# VIP 211 color issues



## avidday (Jan 20, 2008)

Long time lurker, first time poster.

Anyway, I have two HDTVs hooked up to two VIP 211 receivers (plus two 311's to two sdtvs). The problem I'm having is that the color on both sometimes shows stripes, such as in a deep reddish orange I'll get stripes of blue and in light blues I'll get stripes of red. 

The two TV's are by different manufacturers and no amount of calibration fixes it. 

Anyone have an idea what is causing this to happen? It only seems to have started in about the last 3-4 months. Did a system update cause it?

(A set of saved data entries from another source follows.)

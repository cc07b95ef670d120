"""Maps of further observables from the same ensemble: scattering and transient absorption.

* :class:`ScatteringMap`: time-resolved X-ray or electron scattering in the
  independent-atom model, on a (delay, q) grid (:func:`ensemblelab.compute_scattering`).
* :class:`AbsorptionMap`: transient absorption (differential absorption cross
  section) on a (delay, photon energy) grid with its bleach, stimulated-emission and
  excited-state-absorption components (:func:`ensemblelab.compute_transient_absorption`).

Both are immutable (frozen dataclasses with read-only arrays), have ``to_frame()`` and
``to_xarray()`` (the optional ``xarray`` extra) and are saved and loaded by
:mod:`ensemblelab.io.observable_maps` (``.npz`` without pickle). Units: delays in fs,
q in inverse Angstrom (``q = 4 pi sin(theta)/lambda``), photon energies in eV.
"""

from __future__ import annotations

from collections.abc import Mapping
from dataclasses import dataclass, field
from typing import Any, ClassVar

import numpy as np
import pandas as pd

from .._optional import import_optional
from ..errors import SchemaError

__all__ = ["ScatteringMap", "AbsorptionMap", "json_safe"]


def _ro(a: Any, name: str, ndim: int) -> np.ndarray:
    arr = np.array(a, dtype=np.float64)
    if arr.ndim != ndim:
        raise SchemaError(f"{name} must be a {ndim}-D array; got shape {arr.shape}.")
    arr.setflags(write=False)
    return arr


def json_safe(value: Any) -> Any:
    """Numpy scalars/arrays and tuples turned into JSON-friendly values (recursively)."""
    if isinstance(value, Mapping):
        return {str(k): json_safe(v) for k, v in value.items()}
    if isinstance(value, list | tuple):
        return [json_safe(v) for v in value]
    if isinstance(value, np.ndarray):
        return json_safe(value.tolist())
    if isinstance(value, np.generic):
        return value.item()
    if isinstance(value, float | int | str | bool) or value is None:
        return value
    return repr(value)


def _check_axis(arr: np.ndarray, name: str) -> None:
    if arr.size > 1 and np.any(np.diff(arr) <= 0):
        raise SchemaError(f"{name} must increase strictly; got {arr[:5]!r}...")


class _DelayMap:
    """Shared machinery: a (delay, axis) map with components, alive weight and params."""

    # fields of the subclasses (dataclasses); a plain base, so these are no fields here
    delays: np.ndarray
    components: dict[str, np.ndarray]
    alive: Any
    alive_count: Any
    params: dict[str, Any]
    __dataclass_fields__: ClassVar[dict[str, Any]]

    AXIS: ClassVar[str] = "axis"
    AXIS_COLUMN: ClassVar[str] = "axis"
    AXIS_UNIT: ClassVar[str] = ""
    VALUE_UNIT: ClassVar[str] = ""
    #: extra 2-D fields on the (delay, axis) grid, 1-D fields on the axis
    GRID_FIELDS: ClassVar[tuple[str, ...]] = ()
    AXIS_FIELDS: ClassVar[tuple[str, ...]] = ()

    def _validate_common(self) -> tuple[int, int]:
        set_ = object.__setattr__
        axis = _ro(getattr(self, self.AXIS), self.AXIS, 1)
        d = _ro(self.delays, "delays", 1)
        _check_axis(axis, self.AXIS)
        _check_axis(d, "delays")
        shape = (d.size, axis.size)
        set_(self, self.AXIS, axis)
        set_(self, "delays", d)
        for name in self.GRID_FIELDS:
            value = getattr(self, name)
            if value is None:
                continue
            arr = _ro(value, name, 2)
            if arr.shape != shape:
                raise SchemaError(f"{name} must have shape (n_delays, n_{self.AXIS}) = {shape}; "
                                  f"got {arr.shape}.")
            set_(self, name, arr)
        for name in self.AXIS_FIELDS:
            value = getattr(self, name)
            if value is None:
                continue
            arr = _ro(value, name, 1)
            if arr.shape != (axis.size,):
                raise SchemaError(f"{name} must have shape (n_{self.AXIS}={axis.size},); got "
                                  f"{arr.shape}.")
            set_(self, name, arr)
        comps: dict[str, np.ndarray] = {}
        for label, value in dict(self.components).items():
            c = _ro(value, f"components[{label!r}]", 2)
            if c.shape != shape:
                raise SchemaError(f"components[{label!r}] must have shape {shape}; got "
                                  f"{c.shape}.")
            comps[str(label)] = c
        set_(self, "components", comps)
        for name in ("alive", "alive_count"):
            value = getattr(self, name)
            arr = _ro(np.full(d.size, np.nan) if value is None else value, name, 1)
            if arr.shape != (d.size,):
                raise SchemaError(f"{name} must have shape (n_delays={d.size},); got "
                                  f"{arr.shape}.")
            set_(self, name, arr)
        set_(self, "params", json_safe(dict(self.params)))
        return shape

    @property
    def shape(self) -> tuple[int, int]:
        """(n_delays, n_axis)."""
        return (self.delays.size, getattr(self, self.AXIS).size)

    def component_sum(self) -> np.ndarray:
        """Sum of all components, shape (n_delays, n_axis) (zeros if there are none)."""
        total = np.zeros(self.shape)
        for arr in self.components.values():
            total = total + arr
        return total

    def replace(self, **changes: Any) -> Any:
        """A new map with some fields replaced."""
        fields_ = {name: getattr(self, name) for name in self.__dataclass_fields__}
        fields_.update(changes)
        return type(self)(**fields_)

    def arrays(self) -> dict[str, np.ndarray]:
        """Every array of the map by name (components as ``component:<label>``)."""
        out: dict[str, np.ndarray] = {}
        for name in self.__dataclass_fields__:
            value = getattr(self, name)
            if isinstance(value, np.ndarray):
                out[name] = value
        for label, arr in self.components.items():
            out[f"component:{label}"] = arr
        return out

    def _main(self) -> str:
        return self.GRID_FIELDS[0]

    def to_frame(self, *, components: bool = True) -> pd.DataFrame:
        """The main signal as a tidy long frame.

        Returns
        -------
        DataFrame
            Columns ``component`` (``"total"`` then each component), ``delay`` (fs), the
            axis (``q`` or ``photon_energy``), ``value`` and ``alive``; delay-major.
        """
        axis = getattr(self, self.AXIS)
        blocks = [("total", getattr(self, self._main()))]
        if components:
            blocks += list(self.components.items())
        nd, na = self.shape
        frames = [pd.DataFrame({"component": lab, "delay": np.repeat(self.delays, na),
                                self.AXIS_COLUMN: np.tile(axis, nd),
                                "value": arr.reshape(-1),
                                "alive": np.repeat(self.alive, na)})
                  for lab, arr in blocks]
        return pd.concat(frames, ignore_index=True)

    def to_xarray(self) -> Any:
        """The map as an ``xarray.Dataset`` with units and coordinates.

        Returns
        -------
        xarray.Dataset
            Coordinates ``delay`` (fs) and the map's axis (``q`` in 1/Angstrom or
            ``photon_energy`` in eV); every 2-D field and each
            component (``component_<label>``) as a variable with ``units``; ``alive``
            per delay; the parameters as a JSON string attribute ``params``.
            ``.to_netcdf(path)`` writes it as NetCDF.
        """
        import json

        xr = import_optional("xarray", extra="xarray", purpose="Map.to_xarray()")
        axis = self.AXIS_COLUMN  # singular dimension name: "q", "photon_energy"
        coords = {"delay": ("delay", np.array(self.delays), {"units": "fs"}),
                  axis: (axis, np.array(getattr(self, self.AXIS)), {"units": self.AXIS_UNIT})}
        data: dict[str, Any] = {}
        for name in self.GRID_FIELDS:
            value = getattr(self, name)
            if value is not None:
                data[name] = (("delay", axis), np.array(value), {"units": self.unit_of(name)})
        for name in self.AXIS_FIELDS:
            value = getattr(self, name)
            if value is not None:
                data[name] = ((axis,), np.array(value), {"units": self.unit_of(name)})
        for label, arr in self.components.items():
            data[f"component_{label}"] = (("delay", axis), np.array(arr),
                                          {"units": self.unit_of("components"),
                                           "label": label})
        data["alive"] = (("delay",), np.array(self.alive), {"units": "trajectory weight"})
        extra = self._extra_xarray()
        data.update(extra.pop("data", {}))
        coords.update(extra.pop("coords", {}))
        return xr.Dataset(data, coords=coords,
                          attrs={"kind": type(self).__name__,
                                 "params": json.dumps(self.params)})

    def _extra_xarray(self) -> dict[str, Any]:
        return {}

    def unit_of(self, name: str) -> str:
        """Unit of a field (for files and xarray)."""
        return self.VALUE_UNIT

Also, in about a week I should be eligible for "Dish Me Up" again and I'm getting two DVR's. Does anyone have this problem with them?


----------



## rey_1178 (Dec 12, 2007)

what definition are your hdtvs? 720p 1080i, etc. and what do you have your 211's set at?


----------



## avidday (Jan 20, 2008)

rey_1178 said:


> what definition are your hdtvs? 720p 1080i, etc. and what do you have your 211's set at?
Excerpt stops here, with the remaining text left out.